Department of Prevention Research and Social Medicine, Institute for Community Medicine, University Medical Center Greifswald, Walther-Rathenau-Str. 48, 17475, Greifswald, Germany.
Department of General Practice, Institute for Community Medicine, University Medical Center Greifswald, Greifswald, Germany.
Trials. 2024 Apr 3;25(1):229. doi: 10.1186/s13063-024-08066-0.
To date, colchicine and prednisolone are two effective therapies for the treatment of acute gout but have never been compared directly in a randomized clinical trial. In addition, in previous trials of treating acute gout patients with concomitant comorbidities were often excluded due to contraindications to naproxen.

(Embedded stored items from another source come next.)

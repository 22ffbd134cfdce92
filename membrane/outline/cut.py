"""The head cut by its patches and holes: which faces remain, and what covers each."""

from __future__ import annotations

from collections.abc import Mapping, Sequence
from dataclasses import dataclass
from itertools import combinations

from membrane.errors import OutlineError
from membrane.kernel import Kernel

# Less than this share of a shape may stick out: rounding where it follows the edge.
_ROUNDING = 1e-7
# Area that a cut may gain or lose, as a share of the outline's.
_LOST = 1e-9
# Square metres; the kernel takes points closer than 1e-7 m for one.
_SMALLEST = 5e-9


@dataclass(frozen=True)
class Cut:
    """The faces after the cut.

    patches : face that remains -> names of the patches over it, lowest first
    holes : face that is cut away -> name of the hole
    """

    patches: Mapping[int, tuple[str, ...]]
    holes: Mapping[int, str]


def cut(
    kernel: Kernel,
    outline: int,
    patches: Mapping[str, int],
    holes: Mapping[str, int],
    points: Sequence[tuple[float, float]] = (),
) -> Cut:
    """Cut an outline's face by the faces of patches and holes.

    points : places (x, y), metres, that become vertices of the mesh where they are on the head
    Raises OutlineError for shapes that do not fit together.
    """
    head, *others = _fragments(kernel, [outline, *patches.values(), *holes.values()], points)
    over = dict(zip(patches, others[: len(patches)], strict=True))
    away = dict(zip(holes, others[len(patches) :], strict=True))
    for name, cover in over.items():
        _check_inside(kernel, f"The patch {name}", cover, head)
    for name, cover in away.items():
        _check_inside(kernel, f"The hole {name}", cover, head)
    _check_apart(kernel, away)
    removed = {face: name for name, cover in away.items() for face in cover}
    _check_left(over, head, removed)
    left = sorted(head - removed.keys())
    return Cut({face: tuple(n for n in over if face in over[n]) for face in left}, removed)


def _fragments(
    kernel: Kernel, faces: Sequence[int], points: Sequence[tuple[float, float]]
) -> list[set[int]]:
    """For each face the faces that cover it after all are cut by each other."""
    areas = [kernel.area(face) for face in faces]
    if len(faces) > 1 and areas[0] < _SMALLEST:
        raise OutlineError(
            f"The outline is too small to be cut by patches and holes: {1e6 * areas[0]:.3g} mm^2; "
            f"the geometry kernel needs {1e6 * _SMALLEST:.3g} mm^2."
        )
    covers = kernel.fragment(faces, points)
    _check_kept(kernel, areas, covers)
    return covers


def _area(kernel: Kernel, faces: set[int]) -> float:
    return sum(kernel.area(face) for face in sorted(faces))


def _check_kept(kernel: Kernel, areas: Sequence[float], covers: Sequence[set[int]]) -> None:
    """A cut moves no area; where it does, the kernel has failed without saying so."""
    for area, cover in zip(areas, covers, strict=True):
        if abs(_area(kernel, cover) - area) > _LOST * areas[0]:
            raise OutlineError(
                "The shapes could not be cut by each other exactly; "
                "move apart or leave out shapes that all but touch or are finer than 1 µm."
            )


def _check_inside(kernel: Kernel, shape: str, cover: set[int], head: set[int]) -> None:
    whole, outside = _area(kernel, cover), _area(kernel, cover - head)
    if not cover & head:
        raise OutlineError(f"{shape} lies wholly outside the outline; move it onto the head.")
    if outside > _ROUNDING * whole:
        raise OutlineError(
            f"{shape} reaches over the edge of the outline by {1e6 * outside:.3g} mm^2 "
            f"({outside / whole:.2%} of it); move it inwards or make it smaller."
        )


def _check_apart(kernel: Kernel, holes: Mapping[str, set[int]]) -> None:
    for (one, first), (other, second) in combinations(holes.items(), 2):
        if first & second:
            shared = 1e6 * _area(kernel, first & second)
            raise OutlineError(
                f"The holes {one} and {other} overlap by {shared:.3g} mm^2; "
                "move them apart or draw them as one hole."
            )


def _check_left(
    patches: Mapping[str, set[int]], head: set[int], removed: Mapping[int, str]
) -> None:
    if not head - removed.keys():
        raise OutlineError("The holes leave nothing of the head; make them smaller.")
    for name, cover in patches.items():
        if not cover - removed.keys():
            holes = " and ".join(sorted({removed[face] for face in cover}))
            raise OutlineError(
                f"Nothing is left of the patch {name} within {holes}; "
                "leave the patch out or move it."
            )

This pragmatic, prospective, double-blind, double-dummy, parallel-group, randomized, non-inferiority trial compares prednisolone with colchicine in terms of non-inferiority in patients with acute gout. Patients presenting to their general practitioner with acute gout can be included if the gout attack has occurred within the last 2 days. A total of 60 practices in the vicinity of three university medical centers (Greifswald, Göttingen, and Würzburg) participate in the study. The intervention group receives 30 mg prednisolone for 5 days, while the group of standard care receives low-dose colchicine (day 1: 1.5 mg; days 2-5: 1 mg). The first dose of treatment is provided at day 0 when patients present to the general practitioner due to an acute gout attack. From day 0 to day 6, patients will be asked to complete a study diary on daily basis regarding pain quantification. For safety reasons, potential side effects and the course of systolic blood pressure are also assessed.
N = 314 patients have to be recruited to compensate for 10% of dropout and to allow for showing non-inferiority of prednisolone compared to colchicine with a power of 90%. We use permuted block randomization with block sizes of 2, 4, and 6 to avoid imbalanced treatment arms in this multi-center study; patients are randomized in a 1:1 ratio. The absolute level of pain on day 3 (in the last 24 h) is the primary outcome and measured on a numerical rating scale (NRS: 0-10). Using a multiple linear regression model adjusted for age, sex, and pain at baseline, prednisolone is considered non-inferior if the effect estimate including the confidence intervals is lower than a margin of 1 unit on the NRS. Average response to treatment, joint swelling and tenderness, physical function of the joint, and patients' global assessment of treatment success are secondary outcomes.
The trial will provide evidence from a direct comparison of colchicine and prednisolone regarding their efficacy of pain reduction in acute gout patients of primary care and to indicate possible safety signals.
ClinicalTrials.gov Identifier: NCT05698680 first posted on January 26, 2023 (retrospectively registered).
迄今为止,秋水仙碱和泼尼松龙是两种治疗急性痛风的有效疗法,但从未在随机临床试验中进行过直接比较。此外,在以前的治疗急性痛风患者的试验中,由于萘普生的禁忌证,往往排除了伴有合并症的患者。
这是一项实用的、前瞻性的、双盲、双模拟、平行组、随机、非劣效性试验,比较了泼尼松龙和秋水仙碱在急性痛风患者中的非劣效性。如果痛风发作发生在过去 2 天内,全科医生就诊的急性痛风患者可以入组。该研究共有来自三家大学医学中心(格赖夫斯瓦尔德、哥廷根和维尔茨堡)附近的 60 家诊所参与。干预组接受 30 mg 泼尼松龙治疗 5 天,而标准治疗组接受小剂量秋水仙碱(第 1 天:1.5 mg;第 2-5 天:1 mg)。当患者因急性痛风发作就诊全科医生时,在第 0 天给予首剂治疗。从第 0 天到第 6 天,患者将每天在研究日记中完成疼痛量化的记录。出于安全原因,还评估了潜在的副作用和收缩压的变化。
需要招募 314 名患者,以弥补 10%的脱落率,并允许用 90%的效力证明泼尼松龙与秋水仙碱相比的非劣效性。我们使用区组随机化,区组大小为 2、4 和 6,以避免在这项多中心研究中出现治疗组不平衡;患者以 1:1 的比例随机分组。第 3 天(最后 24 小时)的绝对疼痛水平(数字评分量表[NRS]:0-10)是主要结局,并进行测量。使用调整年龄、性别和基线疼痛的多元线性回归模型,如果效应估计值包括置信区间低于 NRS 上 1 个单位的边界,则认为泼尼松龙具有非劣效性。平均治疗反应、关节肿胀和压痛、关节的身体功能以及患者对治疗成功的总体评估是次要结局。
该试验将提供秋水仙碱和泼尼松龙在初级保健急性痛风患者中减轻疼痛的疗效的直接比较证据,并提示可能的安全信号。
ClinicalTrials.gov 标识符:NCT05698680 于 2023 年 1 月 26 日首次发布(回顾性注册)。